# Orchid nymphs!!!!



## MantisGirl13 (Jun 14, 2018)

I am getting an orchid ooth from yankeeman1421 on Wednesday! I am really excited. I have never kept orchids before, and I have been wanting to try them out soon. I am looking for advice on how to keep these guys. I know the basics, just want to know if I am missing anything important. I have the containers to house the nymphs in and I will be setting up a hatching container today. The cages have plastic sides and bottoms, and a fine mesh top, so it has a lot of ventilation. I have heat for them, and I was wondering, how do you keep the humidity at proper levels? I have some ideas, but am wanting some suggestions. I have done a lot of research and have looked at every care sheet I can find, but there is nothing like personal experience when you need tips.
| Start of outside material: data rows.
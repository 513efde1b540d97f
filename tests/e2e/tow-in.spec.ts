import { expect, test } from '@playwright/test'
import sharp from 'sharp'
import { watchConsole } from './helpers'
import { freshVin } from '../helpers/vins'
import { fillTheMinimum, openForm, VIN } from './tow-in-form'

const jpeg = (colour: string) => sharp({ create: { width: 640, height: 480, channels: 3, background: colour } }).jpeg().toBuffer()

test('a dispatcher logs a tow-in with a map pin and two photos, finds it on the board and sees its history', async ({ page }) => {
  // The whole intake, save and board round trip in one test: give it more than the default time.
  test.slow()
  const problems = watchConsole(page)
  await openForm(page)

  // Drop the pin north-east of the yard: the coordinates, the address and the charge follow.
  const map = page.getByTestId('map')
  await expect(map.locator('img.leaflet-tile-loaded').first()).toBeVisible()
  const box = (await map.boundingBox())!
  await page.mouse.click(box.x + box.width * 0.75, box.y + box.height * 0.3)
  // Leaflet copies the pin's markup into its marker pane; that copy is the one on the map.
  await expect(map.locator('.leaflet-marker-pane [data-testid="map-pin"]')).toBeVisible()
  await expect(page.getByLabel('Latitude')).not.toHaveValue('')
  await expect(page.getByTestId('tow-total')).toHaveText(/^\$\d{3},?\d*\.\d{2}$/)

  await page.getByText('Accident', { exact: true }).click()
  await page.getByLabel('Who asked for the tow').fill('Tule County Sheriff dispatch')
  await page.getByLabel('Agency or company (where one applies)').fill('Tule County Sheriff')
  await page.getByLabel('Driver', { exact: true }).fill('Jody Kincaid')

  await page.getByLabel('VIN', { exact: true }).fill(VIN.replace('4', '7'))
  await expect(page.getByTestId('vin-status')).toContainText('check digit')
  await page.getByLabel('VIN', { exact: true }).fill(VIN)
  await expect(page.getByTestId('vin-status')).toHaveText('Check digit correct. Model year 2005.')
  await expect(page.getByLabel('Year', { exact: true })).toHaveValue('2005')
  await page.getByLabel('Plate', { exact: true }).fill('8QAE310')
  await page.getByLabel('Plate state', { exact: true }).fill('CA')
  await page.getByLabel('Make', { exact: true }).fill('Nordsund')
  await page.getByLabel('Model', { exact: true }).fill('Fjellvik')
  await page.getByLabel('Colour', { exact: true }).fill('Teal')
  await page.getByLabel('Odometer', { exact: true }).fill('118204')
  await page.getByRole('radiogroup', { name: 'Keys with the vehicle' }).getByText('Yes', { exact: true }).click()

  await page.getByLabel('Choose photos').setInputFiles([
    { name: 'front.jpg', mimeType: 'image/jpeg', buffer: await jpeg('#3e6a8a') },
    { name: 'rear.jpg', mimeType: 'image/jpeg', buffer: await jpeg('#b4443a') },
  ])
  await expect(page.getByRole('img', { name: /^Photo \d: / })).toHaveCount(2)
  await page.getByLabel('Damage and condition notes').fill('Front bumper cracked; headlamp out.')

  await page.getByRole('button', { name: 'Log the vehicle' }).click()
  await expect(page).toHaveURL(/\/vehicles\/[0-9a-f-]{36}$/)
  const stock = (await page.getByTestId('stock-number').textContent())!.trim()
  expect(stock).toMatch(/^TC-\d{4}-\d{5}$/)
  await expect(page.getByTestId('gallery').getByRole('img')).toHaveCount(2)

  await page.getByRole('navigation', { name: 'Main' }).getByRole('link', { name: 'Board' }).click()
  const card = page.locator(`[data-stock="${stock}"]`)
  await expect(card).toBeVisible()
  await card.getByRole('link', { name: stock }).click()
  await expect(page.getByTestId('vehicle-state')).toHaveText('Arrival')
  const towedIn = page.getByTestId('history').locator('[data-kind="towed_in"]')
  await expect(towedIn).toContainText('Towed in')
  await expect(towedIn).toContainText('Ruben Okafor')
  await expect(page.getByTestId('history').locator('[data-kind="file_added"]')).toContainText('Ruben Okafor')
  await page.getByRole('button', { name: 'Check the chain' }).click()
  await expect(page.getByRole('status').filter({ hasText: 'Intact' })).toHaveText(/Intact: all \d+ entries link and match\./)
  expect(problems).toEqual([])
})

test('an incomplete tow-in shows each message beside its field and saves nothing', async ({ page }) => {
  await openForm(page)
  await page.getByLabel('VIN', { exact: true }).fill('1G4AH59H45G11834O')
  await page.getByRole('button', { name: 'Log the vehicle' }).click()
  await expect(page.getByText('Drop a pin on the map or search for the address.')).toBeVisible()
  await expect(page.getByText('Choose why the vehicle was towed.')).toBeVisible()
  await expect(page.getByText('Enter the make, or "Unknown".')).toBeVisible()
  await expect(page.locator('.el-form-item.is-error').filter({ hasText: 'VIN' }).first()).toContainText('is the letter O')
  await expect(page).toHaveURL(/\/tow-in$/)

  // Issue 16: a message goes as soon as its field is right, and the count with it — not at the next save.
  const count = page.getByText(/\d+ fields? to check/)
  const before = Number((await count.textContent())!.match(/(\d+) field/)![1])
  await page.getByRole('radiogroup', { name: 'Why it was towed' }).getByText('Breakdown').click()
  await expect(page.getByText('Choose why the vehicle was towed.')).toBeHidden()
  await expect(count).toHaveText(`${before - 1} ${before - 1 === 1 ? 'field' : 'fields'} to check`)
  await expect(page.getByText('Enter the make, or "Unknown".')).toBeVisible()
})

test('the address search places the pin and the top-bar search finds a vehicle by plate', async ({ page }) => {
  await openForm(page)
  await page.getByLabel('Search for the address or a place').fill('Sunridge')
  await page.getByRole('option', { name: /Sunridge Plaza, 300 Harrow Way/ }).click()
  await expect(page.getByLabel('Pickup address as you would tell the driver')).toHaveValue('Sunridge Plaza, 300 Harrow Way, Orrin Flats')
  await expect(page.getByLabel('Latitude')).toHaveValue('36.418800')
  // Coordinates typed by hand move the pin somewhere else: the searched place no longer describes it.
  await page.getByLabel('Latitude').fill('36.4109')
  await page.getByLabel('Longitude').fill('-119.3455')
  await expect(page.getByLabel('Pickup address as you would tell the driver')).not.toHaveValue(/Sunridge Plaza/)

  await page.getByRole('textbox', { name: /Find a vehicle/ }).fill('7KQM214')
  await page.getByRole('option', { name: /Orlan Sparrow/ }).click()
  await page.getByRole('dialog', { name: 'Leave this tow-in?' }).getByRole('button', { name: 'Leave without saving' }).click()
  await expect(page.getByTestId('stock-number')).toHaveText(/^TC-\d{4}-\d{5}$/)
  await expect(page.getByText('7KQM214').first()).toBeVisible()
})

test('road miles to the tenth are saved, the toast is styled and the vehicle page opens at its top', async ({ page }) => {
  await openForm(page)
  await fillTheMinimum(page)
  await page.getByLabel('Road miles from the driver (leave empty to use the pin)').fill('12.3')
  // The message shows for a few seconds: it is caught as it appears, not looked for later (a loaded
  // machine can take longer than its life to get there).
  const toastPosition = page.evaluate(
    () =>
      new Promise<string>((resolve) => {
        const found = () => {
          const toast = [...document.querySelectorAll('.el-message')].find((m) => m.textContent?.includes('It is in Arrival on the board.'))
          if (toast) resolve(getComputedStyle(toast).position)
          return Boolean(toast)
        }
        if (!found()) new MutationObserver((_, watcher) => found() && watcher.disconnect()).observe(document.body, { childList: true, subtree: true })
      }),
  )
  await page.getByRole('button', { name: 'Log the vehicle' }).click()
  await expect(page).toHaveURL(/\/vehicles\/[0-9a-f-]{36}$/)
  // Its own stylesheet places the message over the page; unstyled it would sit in the page's flow.
  expect(await toastPosition).toBe('fixed')
  await expect(page.getByText(/^12\.3 road miles/).first()).toBeVisible()
  expect(await page.evaluate(() => window.scrollY)).toBe(0)
})

test('a space taken while the form was open is refused beside the field and shown as taken at once', async ({ page }) => {
  await openForm(page)
  await fillTheMinimum(page)
  const { label, spaceId, occupantId } = await page.evaluate(async () => {
    const { spaces } = (await (await fetch('/api/spaces')).json()) as { spaces: { id: string; label: string; size: string; occupant: { id: string } | null }[] }
    const free = spaces.find((s) => s.size === 'standard' && !s.occupant)!
    return { label: free.label, spaceId: free.id, occupantId: spaces.find((s) => s.occupant)!.occupant!.id }
  })
  await page.getByRole('combobox', { name: 'Yard space' }).click()
  await page.keyboard.type(label)
  const option = page.locator('.el-select-dropdown__item').filter({ hasText: new RegExp(`^${label}(?!\\d)`) })
  await option.click()

  // Another dispatcher moves a vehicle into that space first.
  const moved = await page.evaluate(
    async ({ spaceId, occupantId }) => {
      const { csrfToken } = (await (await fetch('/api/session')).json()) as { csrfToken: string }
      const { vehicle } = (await (await fetch(`/api/vehicles/${occupantId}`)).json()) as { vehicle: { version: number } }
      const res = await fetch(`/api/vehicles/${occupantId}/space`, {
        method: 'PUT',
        headers: { 'content-type': 'application/json', 'x-csrf-token': csrfToken },
        body: JSON.stringify({ version: vehicle.version, spaceId }),
      })
      return res.status
    },
    { spaceId, occupantId },
  )
  expect(moved).toBe(200)

  await page.getByRole('button', { name: 'Log the vehicle' }).click()
  await expect(page.locator('.el-form-item.is-error').filter({ hasText: 'Yard space' })).toContainText(`Space ${label} already holds`)
  await expect(page).toHaveURL(/\/tow-in$/)
  await page.getByRole('combobox', { name: 'Yard space' }).click()
  await expect(option).toContainText('taken by')
})

test('logging a VIN that is still in the yard asks why, and logs it with the reason', async ({ page }) => {
  test.slow()
  const vin = freshVin()
  await openForm(page)
  await fillTheMinimum(page)
  await page.getByLabel('VIN', { exact: true }).fill(vin)
  await page.getByRole('button', { name: 'Log the vehicle' }).click()
  await expect(page).toHaveURL(/\/vehicles\/[0-9a-f-]{36}$/)
  const first = (await page.getByTestId('stock-number').textContent())!.trim()

  await page.getByRole('navigation', { name: 'Main' }).getByRole('link', { name: 'Log a tow-in' }).click()
  await fillTheMinimum(page)
  await page.getByLabel('VIN', { exact: true }).fill(vin)
  await page.getByRole('button', { name: 'Log the vehicle' }).click()
  const ask = page.getByRole('dialog', { name: 'Already on the lot?' })
  await expect(ask).toContainText(`${first} has the same VIN`)
  await expect(ask.getByRole('button', { name: `Open ${first}` })).toBeVisible()
  await ask.getByRole('textbox').fill('Released yesterday, towed again today')
  await ask.getByRole('button', { name: 'Log it anyway' }).click()
  await expect(page).toHaveURL(/\/vehicles\/[0-9a-f-]{36}$/)
  await expect(page.getByTestId('stock-number')).not.toHaveText(first)
})

// Issue 16 item 4: after a search, a pin moved on the map left the box showing the searched place while
// the record got the address at the pin. The box, the pin and the saved record agree.
test('a pin moved after a search puts the new address in the box, and that address is saved', async ({ page }) => {
  await openForm(page)
  await fillTheMinimum(page)
  const search = page.getByLabel('Search for the address or a place')
  const address = page.getByLabel('Pickup address as you would tell the driver')
  await search.fill('Sunridge')
  await page.getByRole('option', { name: /Sunridge Plaza, 300 Harrow Way/ }).click()
  await expect(address).toHaveValue('Sunridge Plaza, 300 Harrow Way, Orrin Flats')
  await expect(search).toHaveValue('Sunridge Plaza, 300 Harrow Way, Orrin Flats')

  // The map zooms to 16 on the searched place: 256 * 2^16 px around the world, so 0.0038° of longitude is
  // 177 px and 0.0011° of latitude (Web Mercator, at 36.42°) 64 px. 730 Harrow Way, a named place of the
  // local geocoder stand-in (server/fakes/orrin-flats.ts), is that far west and south of Sunridge Plaza.
  const map = page.getByTestId('map')
  await expect(map.locator('img.leaflet-tile-loaded[src*="/tiles/16/"]').first()).toBeVisible()
  await expect(map.locator('.leaflet-zoom-anim')).toHaveCount(0)
  // The pin's point is its icon's anchor, 15 px in and 40 px down (src/components/map/MapPicker.vue).
  const pin = (await map.locator('.leaflet-marker-pane .leaflet-marker-icon', { has: page.locator('[data-testid="map-pin"]') }).boundingBox())!
  const looked = page.waitForResponse((r) => r.url().includes('/reverse?'))
  await page.mouse.click(pin.x + 15 - 177, pin.y + 40 + 64)
  await looked
  await expect(address).toHaveValue(/^730 Harrow Way/)
  const moved = await address.inputValue()
  await expect(search).toHaveValue(moved)

  await page.getByRole('button', { name: 'Log the vehicle' }).click()
  await expect(page).toHaveURL(/\/vehicles\/[0-9a-f-]{36}$/)
  const id = page.url().split('/').at(-1)!
  const vehicle = await (await page.request.get(`/api/vehicles/${id}`)).json()
  expect(vehicle.tow.pickupAddress).toBe(moved)
})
I am so excited for these babies, and I want to care for them as well as I can.  I will keep you updated! Thanks!

- MantisGirl13


----------



## Mantis Lady (Jun 14, 2018)

That is nice. I know they need a lot of warmth, that is why I don't have them yet. good luck with your ooth?


----------



## MantisGirl13 (Jun 14, 2018)

Thanks! I have a heat lamp and a heat pad, either of which I can use.

- MantisGirl13


----------



## Graceface (Sep 22, 2018)

@MantisGirl13 did your ooth hatch?


----------



## Mantid Z. (Sep 22, 2018)

What volt heat lamp do you use?


----------



## MantisGirl13 (Sep 22, 2018)

No, it never hatched, sadly   

@Mantid Z. I have no clue, sorry!

- MantisGirl13


----------



## Mantis Lady (Sep 23, 2018)

MantisGirl13 said:


> No, it never hatched, sadly


too bad


----------



## MantisGirl13 (Sep 23, 2018)

Little Mantis said:


> too bad


Yeah, I am kinda upset, but oh well!

- MantisGirl13


----------